Stopping at the line that holds "off at least.", repeat the lines below exactly, starting from the very first and including that final line.

[Source material]:
* * * *

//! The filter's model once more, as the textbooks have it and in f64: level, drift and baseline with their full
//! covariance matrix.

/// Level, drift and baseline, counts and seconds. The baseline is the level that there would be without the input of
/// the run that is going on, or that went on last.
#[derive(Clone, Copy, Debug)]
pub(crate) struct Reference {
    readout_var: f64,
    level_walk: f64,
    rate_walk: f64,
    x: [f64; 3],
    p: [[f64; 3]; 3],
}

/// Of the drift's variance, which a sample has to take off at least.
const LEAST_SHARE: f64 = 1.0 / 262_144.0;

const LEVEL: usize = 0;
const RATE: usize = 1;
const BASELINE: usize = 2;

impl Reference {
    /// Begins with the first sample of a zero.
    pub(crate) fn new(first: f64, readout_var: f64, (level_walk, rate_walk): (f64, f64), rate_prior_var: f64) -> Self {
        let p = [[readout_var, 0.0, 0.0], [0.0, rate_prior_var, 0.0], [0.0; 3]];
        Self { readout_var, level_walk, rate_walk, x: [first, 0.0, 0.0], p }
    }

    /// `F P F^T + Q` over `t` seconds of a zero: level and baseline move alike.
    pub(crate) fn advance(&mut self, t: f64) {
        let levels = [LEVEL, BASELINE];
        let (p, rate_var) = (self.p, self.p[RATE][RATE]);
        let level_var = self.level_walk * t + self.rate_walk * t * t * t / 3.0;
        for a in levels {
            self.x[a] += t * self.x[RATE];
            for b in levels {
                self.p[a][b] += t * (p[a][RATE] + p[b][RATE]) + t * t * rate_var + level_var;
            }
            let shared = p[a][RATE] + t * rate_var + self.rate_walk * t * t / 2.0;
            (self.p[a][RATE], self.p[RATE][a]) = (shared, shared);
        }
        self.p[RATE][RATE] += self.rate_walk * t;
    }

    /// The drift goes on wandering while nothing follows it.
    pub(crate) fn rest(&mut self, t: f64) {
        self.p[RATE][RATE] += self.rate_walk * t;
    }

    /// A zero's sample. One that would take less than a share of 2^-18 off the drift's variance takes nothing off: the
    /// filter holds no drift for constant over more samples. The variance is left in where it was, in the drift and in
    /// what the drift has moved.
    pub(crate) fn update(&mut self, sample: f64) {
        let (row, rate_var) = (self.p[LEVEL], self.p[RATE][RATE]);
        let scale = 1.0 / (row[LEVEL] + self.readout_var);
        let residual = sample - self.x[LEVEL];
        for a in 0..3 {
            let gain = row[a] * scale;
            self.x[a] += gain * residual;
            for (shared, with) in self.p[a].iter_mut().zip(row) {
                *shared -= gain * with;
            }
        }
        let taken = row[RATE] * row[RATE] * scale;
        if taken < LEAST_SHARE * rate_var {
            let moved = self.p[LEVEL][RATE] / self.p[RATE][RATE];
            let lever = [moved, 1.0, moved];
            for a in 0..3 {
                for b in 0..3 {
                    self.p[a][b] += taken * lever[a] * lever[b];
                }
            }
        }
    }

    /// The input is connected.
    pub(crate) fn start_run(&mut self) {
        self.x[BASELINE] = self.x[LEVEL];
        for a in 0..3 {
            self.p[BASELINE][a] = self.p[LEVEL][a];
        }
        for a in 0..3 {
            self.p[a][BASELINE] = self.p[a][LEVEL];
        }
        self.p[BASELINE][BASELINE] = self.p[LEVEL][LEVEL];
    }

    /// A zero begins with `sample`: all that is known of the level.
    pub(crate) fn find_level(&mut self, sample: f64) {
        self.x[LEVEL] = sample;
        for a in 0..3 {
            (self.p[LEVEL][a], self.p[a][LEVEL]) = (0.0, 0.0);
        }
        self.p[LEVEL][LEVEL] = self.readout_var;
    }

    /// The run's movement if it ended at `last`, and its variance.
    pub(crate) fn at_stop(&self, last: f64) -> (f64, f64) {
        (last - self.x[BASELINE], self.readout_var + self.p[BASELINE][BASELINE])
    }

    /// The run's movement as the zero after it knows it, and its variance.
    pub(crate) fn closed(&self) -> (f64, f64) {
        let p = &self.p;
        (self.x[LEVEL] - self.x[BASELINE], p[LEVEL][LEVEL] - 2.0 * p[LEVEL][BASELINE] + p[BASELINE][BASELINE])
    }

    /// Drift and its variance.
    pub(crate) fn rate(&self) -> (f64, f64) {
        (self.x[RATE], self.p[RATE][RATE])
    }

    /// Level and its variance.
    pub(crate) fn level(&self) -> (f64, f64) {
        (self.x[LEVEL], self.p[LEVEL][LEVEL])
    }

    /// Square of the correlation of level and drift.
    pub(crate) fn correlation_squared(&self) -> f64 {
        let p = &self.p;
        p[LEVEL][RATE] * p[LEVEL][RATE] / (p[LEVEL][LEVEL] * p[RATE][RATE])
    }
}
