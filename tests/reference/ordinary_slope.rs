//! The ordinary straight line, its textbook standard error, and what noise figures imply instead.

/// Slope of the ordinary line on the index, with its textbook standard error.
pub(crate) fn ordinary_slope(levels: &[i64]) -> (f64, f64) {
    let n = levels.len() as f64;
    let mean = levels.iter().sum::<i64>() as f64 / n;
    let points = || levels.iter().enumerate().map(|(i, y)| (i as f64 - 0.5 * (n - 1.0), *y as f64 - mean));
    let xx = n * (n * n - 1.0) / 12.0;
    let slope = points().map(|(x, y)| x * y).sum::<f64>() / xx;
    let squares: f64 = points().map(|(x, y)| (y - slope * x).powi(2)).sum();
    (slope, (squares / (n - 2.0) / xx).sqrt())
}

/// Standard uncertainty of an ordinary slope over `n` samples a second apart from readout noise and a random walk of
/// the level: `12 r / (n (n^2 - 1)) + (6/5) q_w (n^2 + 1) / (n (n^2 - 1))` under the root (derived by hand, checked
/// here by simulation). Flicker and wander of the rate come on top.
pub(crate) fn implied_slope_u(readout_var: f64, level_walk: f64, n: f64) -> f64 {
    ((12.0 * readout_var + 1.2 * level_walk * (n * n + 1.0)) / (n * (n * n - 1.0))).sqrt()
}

* * * *

[Exercise solution]:
//! The filter's model once more, as the textbooks have it and in f64: level, drift and baseline with their full
//! covariance matrix.

/// Level, drift and baseline, counts and seconds. The baseline is the level that there would be without the input of
/// the run that is going on, or that went on last.
#[derive(Clone, Copy, Debug)]
pub(crate) struct Reference {
    readout_var: f64,
    level_walk: f64,
    rate_walk: f64,
    x: [f64; 3],
    p: [[f64; 3]; 3],
}

/// Of the drift's variance, which a sample has to take off at least.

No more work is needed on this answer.